Do you have any closing remarks about your years of playing and teaching tennis?
I’m grateful for the game of tennis, because it has served as an avenue for growth and fulfillment for me and for all my students over the years. To be honest, the kids who practice Transcendental Meditation stand out among the thousands of young tennis players I’ve taught–they’re clear, receptive to learning, and able to utilize what I teach more readily than players who don’t have this resource.
The kids at Maharishi School are not only fine tennis players, but because they are more rested and less stressed, they bring happiness and zest to all areas of their lives, whether it’s tennis or academics, artistic pursuits or relationships. It’s been a great pleasure to work with these integrated, healthy young people throughout the years.

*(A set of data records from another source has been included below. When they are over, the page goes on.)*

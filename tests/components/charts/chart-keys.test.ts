import { describe, expect, it } from 'vitest';
import { viewAfterKey, type ChartView } from '../../../components/charts/chart-keys.ts';
import { dragWindow, gripAt } from '../../../components/charts/context-window.ts';

const hourMs = 3_600_000;
const limits = { earliestMs: 0, latestMs: 1000 * hourMs, minSpanMs: hourMs, maxSpanMs: 800 * hourMs };
const range = { fromMs: 400 * hourMs, toMs: 460 * hourMs };
const view: ChartView = { range, crosshairMs: 430 * hourMs };

describe('viewAfterKey', () => {
  it('moves the crosshair by a sixtieth of the range, ten times as far with Shift', () => {
    expect(viewAfterKey(view, 'ArrowRight', false, limits)).toEqual({ range, crosshairMs: 431 * hourMs });
    expect(viewAfterKey(view, 'ArrowLeft', true, limits)).toEqual({ range, crosshairMs: 420 * hourMs });
  });
  it('starts the crosshair from the middle', () => {
    expect(viewAfterKey({ range, crosshairMs: null }, 'ArrowRight', false, limits)?.crosshairMs).toBe(431 * hourMs);
  });
  it('brings the range after a crosshair that leaves it', () => {
    const next = viewAfterKey({ range, crosshairMs: 460 * hourMs }, 'ArrowRight', false, limits);
    expect(next).toEqual({ range: { fromMs: 401 * hourMs, toMs: 461 * hourMs }, crosshairMs: 461 * hourMs });
  });
  it('stops the crosshair at the latest time', () => {
    const end = { range: { fromMs: 940 * hourMs, toMs: 1000 * hourMs }, crosshairMs: 1000 * hourMs };
    expect(viewAfterKey(end, 'ArrowRight', false, limits)).toEqual(end);
  });
  it('zooms about the crosshair with + and -', () => {
    expect(viewAfterKey(view, '+', false, limits)?.range).toEqual({ fromMs: 410 * hourMs, toMs: 450 * hourMs });
    expect(viewAfterKey(view, '-', false, limits)?.range).toEqual({ fromMs: 385 * hourMs, toMs: 475 * hourMs });
  });
  it('goes to the edges and pans by a screen', () => {
    expect(viewAfterKey(view, 'Home', false, limits)?.crosshairMs).toBe(range.fromMs);
    expect(viewAfterKey(view, 'End', false, limits)?.crosshairMs).toBe(range.toMs);
    expect(viewAfterKey(view, 'PageUp', false, limits)?.range).toEqual({ fromMs: 340 * hourMs, toMs: 400 * hourMs });
    expect(viewAfterKey(view, 'PageDown', false, limits)?.range).toEqual({ fromMs: 460 * hourMs, toMs: 520 * hourMs });
  });
  it('leaves other keys to the page', () => {
    expect(viewAfterKey(view, 'Tab', false, limits)).toBeNull();
    expect(viewAfterKey(view, 'ArrowDown', false, limits)).toBeNull();
  });
});

describe('the window of the context strip', () => {
  it('is caught by its ends, by its inside, or pressed beside', () => {
    const window = { left: 100, right: 200 };
    expect([80, 95, 110, 150, 190, 205, 230].map((x) => gripAt(x, window))).toEqual([
      'outside',
      'start',
      'start',
      'inside',
      'end',
      'end',
      'outside',
    ]);
  });
  it('can be moved by its inside when it is narrow, and resized from just outside', () => {
    const window = { left: 100, right: 106 };
    expect([95, 103, 110].map((x) => gripAt(x, window))).toEqual(['start', 'inside', 'end']);
  });
  it('moves and resizes the range within the limits', () => {
    expect(dragWindow(range, 'inside', 10 * hourMs, 0, limits)).toEqual({ fromMs: 410 * hourMs, toMs: 470 * hourMs });
    expect(dragWindow(range, 'start', -100 * hourMs, 0, limits)).toEqual({ fromMs: 300 * hourMs, toMs: 460 * hourMs });
    expect(dragWindow(range, 'end', 100 * hourMs, 0, limits)).toEqual({ fromMs: 400 * hourMs, toMs: 560 * hourMs });
    expect(dragWindow(range, 'outside', 0, 800 * hourMs, limits)).toEqual({ fromMs: 770 * hourMs, toMs: 830 * hourMs });
  });
  it('never turns over, and never ends after the latest time', () => {
    expect(dragWindow(range, 'start', 500 * hourMs, 0, limits)).toEqual({ fromMs: 459 * hourMs, toMs: 460 * hourMs });
    expect(dragWindow(range, 'end', -500 * hourMs, 0, limits)).toEqual({ fromMs: 400 * hourMs, toMs: 401 * hourMs });
    expect(dragWindow(range, 'end', 5000 * hourMs, 0, limits)).toEqual({ fromMs: 400 * hourMs, toMs: 1000 * hourMs });
  });
});
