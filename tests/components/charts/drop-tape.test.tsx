import { cleanup, render, screen, within } from '@testing-library/react';
import userEvent from '@testing-library/user-event';
import { afterEach, beforeEach, describe, expect, it, vi } from 'vitest';
import type { Slot, Tape } from '#shared/contract/telemetry.ts';
import { DropMark } from '../../../components/charts/svg/drop-mark.tsx';
import { DropTape } from '../../../components/charts/drop-tape.tsx';
import { kindWords } from '../../../components/charts/drop-tape-words.ts';
import type { TapeItem, TapeKind } from '../../../components/charts/drop-tape-model.ts';

const hourMs = 3_600_000;
const fromT = Date.parse('2026-06-01T00:00:00Z');
const pump = '01900000-0000-7000-8000-000000000001';
const marks: Slot['mark'][] = ['delivered', 'missed', 'planned'];
const tape: Tape = {
  fromT,
  toT: fromT + 24 * hourMs,
  nowT: fromT + 10 * hourMs,
  slots: marks.map((mark, i) => ({
    headId: null,
    deviceId: pump,
    head: 1,
    dueT: fromT + (8 + 2 * i) * hourMs,
    ml: 0.5,
    mark,
    deliveredMl: mark === 'delivered' ? 0.5 : 0,
    runId: null,
  })),
  extras: [{ kind: 'hand', t: fromT + 9 * hourMs, ml: 2, deviceId: null, head: null, sourceId: 'hand' }],
  givenMl: 2.5,
  plannedMl: 1.5,
  plannedSoFarMl: 1,
};

beforeEach(() => {
  vi.stubGlobal(
    'ResizeObserver',
    class {
      observe() {}
      unobserve() {}
      disconnect() {}
    },
  );
  vi.stubGlobal('matchMedia', () => ({ matches: false, addEventListener: () => {}, removeEventListener: () => {} }));
  vi.spyOn(HTMLElement.prototype, 'clientWidth', 'get').mockReturnValue(358);
});
afterEach(() => {
  cleanup();
  vi.unstubAllGlobals();
  vi.restoreAllMocks();
});

function show(onOpen?: (item: TapeItem) => void) {
  return render(<DropTape tape={tape} zone="UTC" nowMs={fromT + 10.5 * hourMs} headName={() => 'Doser, head 1'} onOpen={onOpen} />);
}

describe('DropTape', () => {
  it('is one image with a sentence for a screen reader', () => {
    show();
    expect(screen.getByRole('img', { name: "Today's portions: 1 of 3 portions given, 1 missed, 1 by hand, next 12:00." })).toBeVisible();
  });
  it('explains the marks that are on it, and no others', () => {
    show();
    const key = screen.getAllByRole('listitem').map((item) => item.textContent);
    expect(key).toEqual(['missed', 'by hand']);
  });
  it('has a table of the same portions, whose rows open', async () => {
    const onOpen = vi.fn();
    show(onOpen);
    await userEvent.click(screen.getByRole('button', { name: "Show as table: today's portions" }));
    const rows = within(screen.getByRole('table')).getAllByRole('row').slice(1);
    expect(rows.map((row) => row.textContent)).toEqual([
      '08:000.50 mL0.50 mLgiven',
      '09:00no2.0 mLby hand',
      '10:000.50 mL0.0 mLmissed',
      '12:000.50 mL0.0 mLplanned',
    ]);
    await userEvent.click(screen.getByRole('button', { name: 'Open 10:00: 0.50 mL planned, missed' }));
    expect(onOpen).toHaveBeenCalledWith(expect.objectContaining({ kind: 'missed' }));
  });
});

describe('DropMark', () => {
  it('has a shape of its own for every mark, colours aside', () => {
    const shapes = (Object.keys(kindWords) as TapeKind[]).map((kind) => {
      const { container } = render(
        <svg>
          <DropMark kind={kind} fillShare={0.5} />
        </svg>,
      );
      // One ink on one paper: what is left for who tells no hues apart.
      return container.innerHTML
        .replaceAll('var(--ground)', 'paper')
        .replace(/var\(--[a-z-]+\)/g, 'ink')
        .replace(/(id|clip-path)="[^"]*"/g, '');
    });
    expect(new Set(shapes).size).toBe(shapes.length);
  });
});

Lawrence Eyre is the author of High School Coaching Academy, a 2011 DVD series distributed by ChampionshipProductions.com.
Christine Albers is Director of Expansion at Maharishi School in Fairfield, Iowa. She earned her Bachelor’s Degree in English and Master’s Degree in Higher Education Administration from Maharishi University of Management. She frequently writes about the transforming effect of the Transcendental Meditation program on the lives of students and teachers.